Evelyn y Jonathan: Mi vida como alumno zombi

El número de alumnos mal diagnosticados en establecimientos para niños con discapacidad mental es desconocido. Ningún organismo cuenta con el dato. Acá sus historias no bastan para revelar las condiciones de descuido y dejadez al interior de las aulas: rezago escolar, pastillas y alumnos “zombis”.

Matías Concha P.

Evelyn (17) se mueve como si algo le doliera, se frota las manos, mira al cielo. Aunque había jurado no volver a recordar el pasado, decidió contarnos su historia, pero hacerlo no es fácil. “En esa escuela había cabros que no sabían leer, que les costaba pronunciar las palabras, las sílabas, pero también había otros que me parecían súper peligrosos. Algunos creían que estaban en la cárcel; otros, sin sus pastillas, se volvían locos, les pegaban a las tías, meaban la sala, les tiraban pollos a los que eran autistas”, cuenta sobre su largo paso de 5 años en una escuela especial para niños y jóvenes con déficit intelectual.
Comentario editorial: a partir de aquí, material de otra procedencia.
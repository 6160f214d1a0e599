import { and, desc, eq, gt, isNotNull, isNull, sql } from 'drizzle-orm'
import type { ComparisonOut } from '#shared/schemas/elements'
import { audit, elementSets, spacecraft } from '~~/server/database/schema'
import { enqueueOnce } from '~~/server/jobs/queue'
import { recordAudit } from '../audit'
import type { Deps, ServerActor } from '../context'
import { DomainError } from '../errors'
import { compareElementSet } from './compare-element-set'
import { whyNotPlausible } from './plausible'
import { ruleDeclines } from './trail-words'
import { useElementSet } from './use-element-set'

const ruleActor: ServerActor = { kind: 'schedule', name: 'Rule: use what is plausible' }
const MOST_JUDGED = 20

/** Waiting sets, newer than the one in use, that the rule of their spacecraft has not judged as it stands now. */
const isUnjudged = and(
  eq(elementSets.state, 'waiting'), isNull(elementSets.useAt),
  sql`NOT EXISTS (SELECT 1 FROM ${audit} AS judged WHERE judged.entity_kind = 'element-set' AND judged.entity_id = ${elementSets.id}::text AND judged.action = ${ruleDeclines} AND judged.after -> 'rule' = ${spacecraft.autoUse})`,
  sql`${elementSets.epochUtcUs} > coalesce((SELECT used.epoch_utc_us FROM ${elementSets} AS used WHERE used.id = ${spacecraft.inUseSetId}), 0)`,
)

/** Asks for a judgement of every spacecraft whose rule has something to judge, however it came: by upload, assignment, or a new rule. */
export async function requestAutoUse({ db }: Pick<Deps, 'db'>): Promise<number> {
  const rows = await db.selectDistinct({ id: spacecraft.id }).from(spacecraft).innerJoin(elementSets, eq(elementSets.spacecraftId, spacecraft.id))
    .where(and(isNotNull(spacecraft.autoUse), isNull(spacecraft.retiredAt), isUnjudged)).orderBy(spacecraft.id)
  if (rows.length > 0) await db.transaction(tx => enqueueOnce(tx, 'auto-use', rows.map(({ id }) => ({ key: id, data: { spacecraftId: id } })), { priority: 0 }))
  return rows.length
}

/**
 * Takes the newest plausible waiting set of a spacecraft into use, by its rule. What it leaves to people says why and
 * waits; each set is judged once under a rule. Gives the set that was put into use.
 */
export async function autoUse({ db, now }: Pick<Deps, 'db' | 'now'>, { spacecraftId }: { spacecraftId: string }): Promise<string | null> {
  const deps: Deps = { db, now, actor: ruleActor }
  const [craft] = await db.select().from(spacecraft).where(and(eq(spacecraft.id, spacecraftId), isNull(spacecraft.retiredAt)))
  const rule = craft?.autoUse
  if (!craft || !rule) return null
  const waiting = await db.select({ id: elementSets.id, warnings: elementSets.warnings }).from(elementSets).innerJoin(spacecraft, eq(spacecraft.id, elementSets.spacecraftId))
    .where(and(eq(elementSets.spacecraftId, spacecraftId), isUnjudged)).orderBy(desc(elementSets.epochUtcUs), desc(elementSets.id)).limit(MOST_JUDGED)
  const [scheduled] = await db.select({ by: elementSets.useScheduledBy }).from(elementSets).where(and(eq(elementSets.spacecraftId, spacecraftId), gt(elementSets.useAt, now))).limit(1)
  for (const { id, warnings } of waiting) {
    const comparison = await compareElementSet(deps, { id })
    const why = scheduled ? [`${scheduled.by} has scheduled another set of ${craft.name}; a person's decision goes first.`] : [...warnings.filter(({ code }) => code === 'fits-another').map(({ message }) => message), ...whyNotPlausible(rule, comparison)]
    if (why.length === 0 && await take(deps, id, comparison)) return id
    if (why.length > 0) await decline(deps, id, { rule, why, comparison })
  }
  return null
}

/** Not where a person has decided meanwhile: what is left is judged anew. */
async function take(deps: Deps, id: string, { inUseSetId, largest, jumpSigmas }: ComparisonOut): Promise<boolean> {
  try {
    await useElementSet(deps, { id, formerId: inUseSetId, reason: `Plausible: passes move by ${largest.shiftS.toFixed(2)} s at most, Doppler by ${(largest.allowanceShare * 100).toFixed(1)} % of an allowance, ${jumpSigmas?.toFixed(1)} σ along the track.` })
    return true
  }
  catch (error) {
    if (error instanceof DomainError) return false
    throw error
  }
}

async function decline(deps: Deps, id: string, { rule, why, comparison }: { rule: object, why: readonly string[], comparison: ComparisonOut }): Promise<void> {
  const { largest, jumpSigmas, inUseSetId } = comparison
  await recordAudit(deps, { action: ruleDeclines, entityKind: 'element-set', entityId: id, reason: why.join(' '), after: { rule, inUseSetId, largest, jumpSigmas } })
}
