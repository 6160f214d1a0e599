import { and, eq, isNotNull, ne } from 'drizzle-orm'
import { formatUtc } from '#shared/utils/format'
import type { ElementSetOut } from '#shared/schemas/elements'
import { elementSets, spacecraft } from '~~/server/database/schema'
import { recordAudit } from '../audit'
import { requireLive } from '../catalogue/require-row'
import type { Deps } from '../context'
import { DomainError } from '../errors'
import { getElementSet } from './read-element-sets'
import { findSet, lockSet, requirePropagation, requireSpacecraft, unscheduled } from './use-element-set'

const FURTHEST_MS = 30 * 86_400_000

/** A person's decision now that a set goes into use at an instant; until then it waits, and another decision on it or its spacecraft may come first. */
export async function scheduleUse(deps: Deps, { id, at }: { id: string, at: string }): Promise<ElementSetOut> {
  const person = deps.actor
  if (person.kind !== 'person') throw new DomainError('not-allowed', 'Element sets are put into use by people.')
  const useAt = new Date(at)
  const aheadMs = useAt.getTime() - deps.now.getTime()
  if (aheadMs <= 0 || aheadMs > FURTHEST_MS) throw new DomainError('not-valid', 'Give an instant between now and thirty days from now.', [{ path: 'at', message: 'Give an instant between now and thirty days from now.' }])
  await deps.db.transaction(async (tx) => {
    const spacecraftId = requireSpacecraft(await findSet(tx, id))
    // In the same order as putting into use does: the spacecraft, then the set.
    const [row] = await tx.select().from(spacecraft).where(eq(spacecraft.id, spacecraftId)).for('update')
    const craft = requireLive(row, 'spacecraft')
    const set = await lockSet(tx, id)
    if (set.state !== 'waiting' && set.state !== 'past') throw new DomainError('conflict', set.state === 'in-use' ? 'This set is in use already.' : 'This set was refused; upload it anew or choose another.')
    requirePropagation(set.elements, useAt)
    const [other] = await tx.select({ epoch: elementSets.epoch }).from(elementSets).where(and(eq(elementSets.spacecraftId, spacecraftId), eq(elementSets.useAt, useAt), ne(elementSets.id, id)))
    if (other) throw new DomainError('conflict', `Another set of ${craft.name}, of ${formatUtc(other.epoch.getTime(), 'minute')}, goes into use at this instant: take that back first, or choose another instant.`)
    await tx.update(elementSets).set({ useAt, useScheduledById: person.id, useScheduledBy: person.name }).where(eq(elementSets.id, id))
    await recordAudit({ ...deps, db: tx }, {
      action: 'element-set.schedule-use', entityKind: 'element-set', entityId: id,
      before: { useAt: set.useAt?.toISOString() ?? null }, after: { useAt: useAt.toISOString(), spacecraftId, inUseSetId: craft.inUseSetId },
    })
  })
  return getElementSet(deps, id)
}

/** Takes back what was scheduled; the set waits, or stays past, as before. */
export async function cancelUse(deps: Deps, { id }: { id: string }): Promise<ElementSetOut> {
  await deps.db.transaction(async (tx) => {
    await findSet(tx, id)
    const [set] = await tx.select({ useAt: elementSets.useAt, by: elementSets.useScheduledBy }).from(elementSets).where(and(eq(elementSets.id, id), isNotNull(elementSets.useAt))).for('update')
    if (!set) throw new DomainError('conflict', 'Nothing is scheduled with this set: it was taken back already, or has been decided on.')
    await tx.update(elementSets).set(unscheduled).where(eq(elementSets.id, id))
    await recordAudit({ ...deps, db: tx }, { action: 'element-set.cancel-use', entityKind: 'element-set', entityId: id, before: { useAt: set.useAt!.toISOString(), useScheduledBy: set.by }, after: { useAt: null } })
  })
  return getElementSet(deps, id)
}
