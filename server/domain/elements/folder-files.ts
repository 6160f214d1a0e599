import type { FileHandle } from 'node:fs/promises'
import { constants } from 'node:fs'
import { lstat, mkdir, open, readdir, rename, rm, writeFile } from 'node:fs/promises'
import { isAbsolute, join, normalize, parse } from 'node:path'
import { DomainError } from '../errors'

export const outcomes = ['done', 'refused'] as const
export type FolderOutcome = typeof outcomes[number]

export interface FolderFile { name: string, size: number, mtimeMs: number }

/** What programs call a file while they still write it. */
const unfinished = /\.(?:part|tmp)$|~$/i

/** Files that lie in the folder itself; links are not followed, hidden and unfinished ones are passed over. */
export async function filesIn(folder: string): Promise<FolderFile[]> {
  const entries = await readdir(folder, { withFileTypes: true })
  const files: FolderFile[] = []
  for (const entry of entries) {
    if (!entry.isFile() || entry.name.startsWith('.') || unfinished.test(entry.name)) continue
    const found = await lstat(join(folder, entry.name)).catch(() => null)
    if (found?.isFile()) files.push({ name: entry.name, size: found.size, mtimeMs: found.mtimeMs })
  }
  return files.sort((a, b) => a.mtimeMs - b.mtimeMs || (a.name < b.name ? -1 : 1))
}

/** Opens a file of the folder that is still what was seen; null where it is not. */
export async function openSeen(folder: string, seen: FolderFile): Promise<FileHandle | null> {
  const file = await open(join(folder, seen.name), constants.O_RDONLY | constants.O_NOFOLLOW).catch(() => null)
  const now = await file?.stat()
  if (file && now?.isFile() && now.size === seen.size && now.mtimeMs === seen.mtimeMs) return file
  await file?.close()
  return null
}

const exists = (path: string) => lstat(path).then(() => true, () => false)

/**
 * Puts a file away with its report beside it. The report comes first: cut off in between, the file is still there, is
 * taken again with the same result, and both are put away then.
 */
export async function putAway(folder: string, name: string, outcome: FolderOutcome, report: string): Promise<void> {
  const place = await subfolder(folder, outcome)
  const { name: stem, ext } = parse(name)
  let free = name
  for (let count = 2; await exists(join(place, free)); count++) free = `${stem}-${count}${ext}`
  const draft = join(place, `.${free}.report`)
  await writeFile(draft, report, { mode: 0o640 })
  await rename(draft, join(place, `${free}.report.json`))
  await rename(join(folder, name), join(place, free))
}

async function subfolder(folder: string, outcome: FolderOutcome): Promise<string> {
  const place = join(folder, outcome)
  await mkdir(place).catch((error: NodeJS.ErrnoException) => {
    if (error.code !== 'EEXIST') throw error
  })
  if (!(await lstat(place)).isDirectory()) throw new Error(`${outcome} in the watched folder is no folder`)
  return place
}

/** @throws not-valid, with how to mend it, for a path that the server cannot or should not watch */
export async function checkWatchedFolder(folder: string): Promise<void> {
  const refuse = (message: string) => new DomainError('not-valid', `watchedFolder: ${message}`, [{ path: 'watchedFolder', message }])
  if (!isAbsolute(folder) || normalize(folder) !== folder || parse(folder).root === folder) throw refuse('Write the whole path of one folder, such as /srv/nullbeat/elements, without dots and without a slash at its end.')
  const found = await lstat(folder).catch(() => null)
  if (!found) throw refuse('There is no such folder on the server, or the server may not see it. Make it, and give it to the account that the server runs as.')
  if (!found.isDirectory()) throw refuse('This is no folder (a link to one is not followed). Name the folder itself.')
  const inside = await readdir(folder, { withFileTypes: true }).catch(() => null)
  if (!inside) throw refuse('The server may not read this folder. Give it to the account that the server runs as.')
  const other = inside.find(entry => entry.isDirectory() && !outcomes.some(name => name === entry.name))
  if (other) throw refuse('There are other folders in it. Every file that lies in a watched folder is taken and moved: make a folder for this alone.')
  try {
    for (const outcome of outcomes) await subfolder(folder, outcome)
    const probe = join(folder, outcomes[0], '.may-be-written')
    await writeFile(probe, '')
    await rm(probe)
  }
  catch {
    throw refuse('The server may not write in this folder, and it moves what it has taken. Give it to the account that the server runs as.')
  }
}
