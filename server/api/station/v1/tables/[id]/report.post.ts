import { reportTable } from '~~/server/domain/station/report-table'
import { defineRoute } from '~~/server/http/define-route'

export default defineRoute('POST /api/station/v1/tables/{id}/report', async ({ db, now, actor, params, body }) => {
  await reportTable({ db, now, actor }, { stationId: actor.stationId, tableId: params.id, ...body })
  return undefined
})
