import { and, eq, inArray, lt, or, sql } from 'drizzle-orm'
import { elementUploadParts, elementUploads } from '~~/server/database/schema'
import type { Deps } from '../context'
import { readOrLeave } from './upload-elements'

/** No request takes longer to send its body: the server itself cuts it off after five minutes. */
const longestSendingMs = 10 * 60_000
/** One that has just come is in the hands of whoever received it. */
const graceMs = 15_000

/**
 * Takes up what a stopped server left: at boot at once, later what nobody has had in hand for a while. An upload's original
 * is stored before it is answered, so nothing has to be sent again; one that was never sent whole is marked failed.
 */
export async function resumeUploads(deps: Deps, { atBoot = true }: { atBoot?: boolean } = {}): Promise<{ resumed: number, broken: number }> {
  const { db, now } = deps
  await giveUpUnsent(deps)
  const settled = lt(elementUploads.createdAt, new Date(now.getTime() - graceMs))
  const left = await db.select({ id: elementUploads.id }).from(elementUploads)
    .where(and(eq(elementUploads.state, 'reading'), atBoot ? undefined : or(settled, sql`${elementUploads.cancelRequestedAt} IS NOT NULL`))).orderBy(elementUploads.createdAt)
  let [resumed, broken] = [0, 0]
  for (const { id } of left) {
    await readOrLeave(deps, id).then((outcome) => { if (outcome.kind !== 'elsewhere') resumed++ }, () => { broken++ })
  }
  return { resumed, broken }
}

async function giveUpUnsent({ db, now }: Deps): Promise<void> {
  const unsent = await db.update(elementUploads).set({ state: 'failed', finishedAt: now, detail: 'The sending was broken off; nothing of it was kept. Upload it again.' })
    .where(and(eq(elementUploads.state, 'receiving'), lt(elementUploads.createdAt, new Date(now.getTime() - longestSendingMs)))).returning({ id: elementUploads.id })
  if (unsent.length > 0) await db.delete(elementUploadParts).where(inArray(elementUploadParts.uploadId, unsent.map(({ id }) => id)))
}
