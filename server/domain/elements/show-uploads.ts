import { desc, eq, inArray, sql } from 'drizzle-orm'
import { z } from 'zod'
import type { UploadOut } from '#shared/schemas/elements'
import type { Db } from '~~/server/database/client'
import { elementSets, elementUploads, spacecraft } from '~~/server/database/schema'
import type { Deps } from '../context'
import { cursorInstant, readCursor, toPage } from '../cursor'
import { DomainError } from '../errors'
import { briefColumns, readBytesOf, readOriginal } from './read-upload'
import { contentSha256 } from './store-sets'

type Brief = Pick<typeof elementUploads.$inferSelect, keyof typeof briefColumns>

function briefOut(row: Brief) {
  const isOver = row.state !== 'receiving' && row.state !== 'reading'
  return {
    id: row.id, state: row.state, format: row.format, fileName: row.fileName, by: row.by, at: row.createdAt.toISOString(),
    readBytes: isOver ? row.totalBytes : readBytesOf(row.id), totalBytes: row.totalBytes,
    accepted: row.accepted, alreadyHeld: row.alreadyHeld, refused: row.refused,
  }
}

/** Uploads, newest first, without their reports. */
export async function listUploads({ db }: Pick<Deps, 'db'>, query: { limit: number, cursor?: string }) {
  const after = readCursor(query.cursor, z.tuple([cursorInstant, z.uuid()]))
  const rows = await db.select(briefColumns).from(elementUploads)
    .where(after ? sql`(${elementUploads.createdAt}, ${elementUploads.id}) < (${after[0]}::timestamptz, ${after[1]}::uuid)` : undefined)
    .orderBy(desc(elementUploads.createdAt), desc(elementUploads.id)).limit(query.limit + 1)
  const page = toPage(rows, query.limit, row => [row.createdAt.toISOString(), row.id])
  return { items: page.rows.map(briefOut), nextCursor: page.nextCursor }
}

/** One upload and its report. */
export async function getUpload({ db }: Pick<Deps, 'db'>, id: string): Promise<UploadOut> {
  const [row] = await db.select({ ...briefColumns, refusals: elementUploads.refusals, warnings: elementUploads.warnings }).from(elementUploads).where(eq(elementUploads.id, id))
  if (!row) throw new DomainError('not-found', 'There is no upload under this address.')
  return { ...briefOut(row), refusals: row.refusals, warnings: row.warnings, sets: row.state === 'finished' ? await setsOf(db, row) : [] }
}

const setColumns = {
  id: elementSets.id, line: elementSets.lineNumber, name: elementSets.name, catalogueNumber: elementSets.catalogueNumber, epoch: elementSets.epoch,
  spacecraftId: elementSets.spacecraftId, spacecraftName: spacecraft.name, state: elementSets.state, key: elementSets.contentSha256,
}
const selectSets = (db: Db) => db.select(setColumns).from(elementSets).leftJoin(spacecraft, eq(spacecraft.id, elementSets.spacecraftId)).$dynamic()
type SetRow = Awaited<ReturnType<typeof selectSets>>[number]

/** The sets that an upload brought and those that it brought again, by line. */
async function setsOf(db: Db, row: Brief): Promise<UploadOut['sets']> {
  const rows = row.alreadyHeld === 0 ? await selectSets(db).where(eq(elementSets.uploadId, row.id)) : await setsAgain(db, row)
  return rows.sort((a, b) => a.line - b.line).map(({ key: _, epoch, ...set }) => ({ ...set, epoch: epoch.toISOString() }))
}

/** A set that was held belongs to the upload that brought it first; that this one holds it too is told by its original. */
async function setsAgain(db: Db, { id, createdAt }: Brief): Promise<SetRow[]> {
  const [upload] = await db.select({ original: elementUploads.original }).from(elementUploads).where(eq(elementUploads.id, id))
  const reading = await readOriginal(upload!.original, createdAt.getTime())
  if (reading.kind === 'refused') return []
  const lines = new Map(reading.sets.map(set => [contentSha256(set), set.line]))
  const keys = [...lines.keys()]
  const rows: SetRow[] = []
  for (let start = 0; start < keys.length; start += 10_000) rows.push(...await selectSets(db).where(inArray(elementSets.contentSha256, keys.slice(start, start + 10_000))))
  return rows.map(set => ({ ...set, line: lines.get(set.key) ?? set.line }))
}
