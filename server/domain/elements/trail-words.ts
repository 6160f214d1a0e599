/** The trail's words that others look for. A scheduled use that could not be: */
export const useDeclined = 'element-set.use-declined'
/** A set that the rule of its spacecraft leaves to people: */
export const ruleDeclines = 'element-set.rule-declines'
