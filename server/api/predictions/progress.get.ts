import { showProgress } from '~~/server/domain/prediction/show-progress'
import { defineRoute } from '~~/server/http/define-route'

const FRESH_MS = 400
let latest: { readonly askedMs: number, readonly answer: ReturnType<typeof showProgress> } | null = null

/** Every open page asks each second: one question to the database serves them all. */
export default defineRoute('GET /api/predictions/progress', async ({ db }) => {
  const askedMs = performance.now()
  if (!latest || askedMs - latest.askedMs > FRESH_MS) {
    const answer = showProgress({ db })
    latest = { askedMs, answer }
    answer.catch(() => {
      latest = null
    })
  }
  return latest.answer
})
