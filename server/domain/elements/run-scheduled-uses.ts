import { and, asc, desc, eq, lte } from 'drizzle-orm'
import { formatUtc } from '#shared/utils/format'
import type { Role } from '#shared/permissions'
import { may } from '#shared/permissions'
import { audit, elementSets, people, spacecraft } from '~~/server/database/schema'
import { recordAudit } from '../audit'
import type { Deps, PersonActor } from '../context'
import { DomainError } from '../errors'
import { useDeclined } from './trail-words'
import { lockSet, unscheduled, useElementSet } from './use-element-set'

const AT_ONCE = 50

export interface DueUse { id: string, spacecraftId: string, useAt: Date }

/** Sets whose instant has come, the earliest first. */
export async function findDueUses({ db, now }: Pick<Deps, 'db' | 'now'>): Promise<DueUse[]> {
  const rows = await db.select({ id: elementSets.id, spacecraftId: elementSets.spacecraftId, useAt: elementSets.useAt }).from(elementSets)
    .where(lte(elementSets.useAt, now)).orderBy(asc(elementSets.useAt), asc(elementSets.id)).limit(AT_ONCE)
  return rows.map(row => ({ id: row.id, spacecraftId: row.spacecraftId!, useAt: row.useAt! }))
}

/**
 * Puts a set into use as the person who scheduled it. Where that can no longer be, because another set was put into use
 * since, the orbit has decayed, or the person may no longer decide, it says so in the trail, and an alert follows
 * (alerts/auto-use-declined.ts); the set waits on. Of several servers one does it.
 */
export async function runScheduledUse(deps: Deps, due: DueUse): Promise<void> {
  await deps.db.transaction(async (tx) => {
    await tx.select({ id: spacecraft.id }).from(spacecraft).where(eq(spacecraft.id, due.spacecraftId)).for('update')
    const set = await lockSet(tx, due.id)
    // Another server was faster, or a person has taken it back or moved it.
    if (!set.useAt || set.useAt > deps.now) return
    const inner = { ...deps, db: tx }
    try {
      const { person, formerId } = await decisionOf(inner, due.id, set.useScheduledById)
      await useElementSet({ ...inner, actor: person }, { id: due.id, formerId, reason: `As scheduled for ${formatUtc(set.useAt.getTime(), 'second')}.` })
    }
    catch (error) {
      if (!(error instanceof DomainError)) throw error
      await tx.update(elementSets).set(unscheduled).where(eq(elementSets.id, due.id))
      await recordAudit(inner, {
        action: useDeclined, entityKind: 'element-set', entityId: due.id, reason: error.message,
        before: { useAt: set.useAt.toISOString(), useScheduledBy: set.useScheduledBy }, after: { useAt: null, spacecraftId: due.spacecraftId },
      })
    }
  })
}

/** Who decided, as they are now, and what was in use then. */
async function decisionOf({ db }: Pick<Deps, 'db'>, setId: string, personId: string | null): Promise<{ person: PersonActor, formerId: string | null }> {
  const [row] = personId ? await db.select().from(people).where(eq(people.id, personId)) : []
  if (!row || row.disabledAt || !may(row.roles as Role[], 'elements:decide')) throw new DomainError('not-allowed', 'The person who scheduled it may no longer put sets into use.')
  const [decided] = await db.select({ after: audit.after }).from(audit)
    .where(and(eq(audit.entityKind, 'element-set'), eq(audit.entityId, setId), eq(audit.action, 'element-set.schedule-use'))).orderBy(desc(audit.id)).limit(1)
  const { id, name, email, zone } = row
  return { person: { kind: 'person', id, name, email, roles: row.roles as Role[], zone, sessionHash: '' }, formerId: (decided?.after as { inUseSetId?: string | null } | undefined)?.inUseSetId ?? null }
}
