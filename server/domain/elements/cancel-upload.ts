import { and, eq, inArray, isNull } from 'drizzle-orm'
import type { UploadOut } from '#shared/schemas/elements'
import { elementUploads } from '~~/server/database/schema'
import { recordAudit } from '../audit'
import type { Deps } from '../context'
import { DomainError } from '../errors'
import { claimOf, markCancelled } from './read-upload'
import { getUpload } from './show-uploads'
import { takeLock } from './storing-turn'
import { inHand } from './upload-columns'

/**
 * Gives an upload up that is being sent, read or stored: nothing of it is kept. Whoever stores it is told within a second
 * and takes back what it has stored so far; one that nobody has in hand ends at once.
 */
export async function cancelUpload(deps: Deps, { id }: { id: string }): Promise<UploadOut> {
  await deps.db.transaction(async (tx) => {
    const inner = { ...deps, db: tx }
    const [asked] = await tx.update(elementUploads).set({ cancelRequestedAt: deps.now })
      .where(and(eq(elementUploads.id, id), inArray(elementUploads.state, inHand), isNull(elementUploads.cancelRequestedAt))).returning({ state: elementUploads.state })
    if (!asked) {
      const { state } = await getUpload(inner, id)
      if ((inHand as readonly string[]).includes(state)) return
      throw new DomainError('conflict', state === 'finished' ? 'This upload is finished already; its sets wait and can be refused or dropped.' : 'This upload has ended already; nothing of it was kept.')
    }
    await recordAudit(inner, { action: 'element-sets.cancel-upload', entityKind: 'element-upload', entityId: id, before: { state: asked.state }, after: { cancelRequestedAt: deps.now.toISOString() } })
    if (asked.state === 'receiving' || await takeLock(tx, claimOf(id))) await markCancelled(inner, id)
  })
  return getUpload(deps, id)
}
Evelyn dejó de ir a una escuela regular en segundo básico, cuando la diagnosticaron un trastorno leve de aprendizaje. “Era floja, pero sólo me costaba leer”, explica. Su mamá asegura que nunca le entregaron un informe que respaldara el diagnóstico. Y como los colegios no aceptaban a niños repitentes, fue derivada a una escuela especial. Tenía 10 años. “Me metieron a un curso donde había niños muy complicados: uno trató de quemar la sala, otros pateaban a las profes, algunos se cortaban; para mí era como estar en un manicomio. Aunque también había chiquillos más normales, cabros que eran inquietos no más”.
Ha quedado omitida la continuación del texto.